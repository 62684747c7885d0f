import { describe, expect, it } from 'vitest';
import { FONTS } from '../../test/paper-fonts.js';
import { Typeface } from './typeface.js';
import { type SetLine, wrapRuns } from './wrap-runs.js';

const typeface = new Typeface(FONTS);
const wordsOf = (lines: readonly SetLine[]) => lines.map((line) => line.pieces.map((piece) => ('text' in piece ? piece.text : `[${piece.sign}]`)).join('|'));

describe('breaking lines', () => {
  it('breaks at spaces and keeps every line inside its column', () => {
    const text = 'The core was restacked and tested again in the same set-up, cold, on the following morning.';
    const lines = wrapRuns([{ text }], 8, 120, typeface);
    expect(lines.length).toBeGreaterThan(2);
    for (const line of lines) expect(line.widthPt).toBeLessThanOrEqual(120.01);
    expect(wordsOf(lines).join(' ')).toBe(text);
  });

  it('cuts a word that is wider than its column and loses none of it', () => {
    const word = 'x'.repeat(300);
    const lines = wrapRuns([{ text: word }], 8, 60, typeface);
    for (const line of lines) expect(line.widthPt).toBeLessThanOrEqual(60.01);
    expect(wordsOf(lines).join('')).toBe(word);
  });

  it('breaks an address behind a slash rather than in a name', () => {
    const lines = wordsOf(wrapRuns([{ text: 'https://shop.example/check/abcdefghijklm' }], 8, 118, typeface));
    expect(lines).toEqual(['https://shop.example/check/', 'abcdefghijklm']);
  });

  it('keeps a figure with the unit that is joined to it', () => {
    const runs = [{ text: 'about three words then ' }, { text: '3.70' }, { text: '\u00a0W/kg', ink: 'muted' as const }];
    for (let width = 40; width < 140; width += 3) {
      const lines = wordsOf(wrapRuns(runs, 8, width, typeface));
      expect(lines.some((line) => line.includes('3.70|\u00a0W/kg'))).toBe(true);
    }
  });

  it('keeps a verdict’s sign beside its word', () => {
    const lines = wordsOf(wrapRuns([{ text: 'some words before ' }, { sign: 'conforms' }, { text: 'conforms', weight: 'bold' }], 8, 80, typeface));
    expect(lines.some((line) => line.includes('[conforms]|conforms'))).toBe(true);
  });

  it('gives one empty line for no words, and a line for each break', () => {
    expect(wrapRuns([], 8, 50, typeface)).toHaveLength(1);
    expect(wordsOf(wrapRuns([{ text: 'a\n\nb' }], 8, 50, typeface))).toEqual(['a', '', 'b']);
  });
});
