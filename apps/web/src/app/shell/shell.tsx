import { NavLink, Outlet, ScrollRestoration } from 'react-router-dom';
import { Mark } from '../../components/mark.js';
import { UnitsProvider } from '../../components/units.js';
import { useMe } from '../../lib/me.js';
import { AccountMenu } from './account-menu.js';
import { homeOf, roomsOf } from './rooms.js';
import { SearchBox } from './search-box.js';
import { SignInAgain } from './sign-in-again.js';
import { t } from './text.js';
import { useTheme } from './theme.js';
import './shell.css';

/** Header with the rooms, and the open page below it. */
export function Shell() {
  const me = useMe();
  const customer = me.roles.includes('customer');
  useTheme(me.preferences.theme);
  return (
    <UnitsProvider value={me.preferences.units}>
      <div className={`lb-shell${customer ? ' lb-shell-portal' : ''}`}>
        <a className="lb-skip" href="#content">
          {t('skip')}
        </a>
        <header className="lb-header no-print">
          <NavLink to={homeOf(me)} className="lb-brand">
            <Mark size={38} />
            <span>Loopbay</span>
          </NavLink>
          <nav aria-label={t('rooms')}>
            {roomsOf(me).map((room) => (
              <NavLink key={room.path} to={room.path} end={room.path === '/portal'}>
                {room.name}
              </NavLink>
            ))}
          </nav>
          <div className="lb-header-end">
            {!customer && <SearchBox />}
            <AccountMenu />
          </div>
        </header>
        <main id="content" tabIndex={-1}>
          <Outlet />
        </main>
        <SignInAgain />
        <ScrollRestoration />
      </div>
    </UnitsProvider>
  );
}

**WORK ORDER**
From the first line of the records through the line with "const typeface = new Typeface(FONTS);", retype everything word for word, including both ends.

**ANSWER SECTION**
repository 62684747c7885d0f
import { describe, expect, it } from 'vitest';
import { FONTS } from '../../test/paper-fonts.js';
import { Typeface } from './typeface.js';
import { type SetLine, wrapRuns } from './wrap-runs.js';

const typeface = new Typeface(FONTS);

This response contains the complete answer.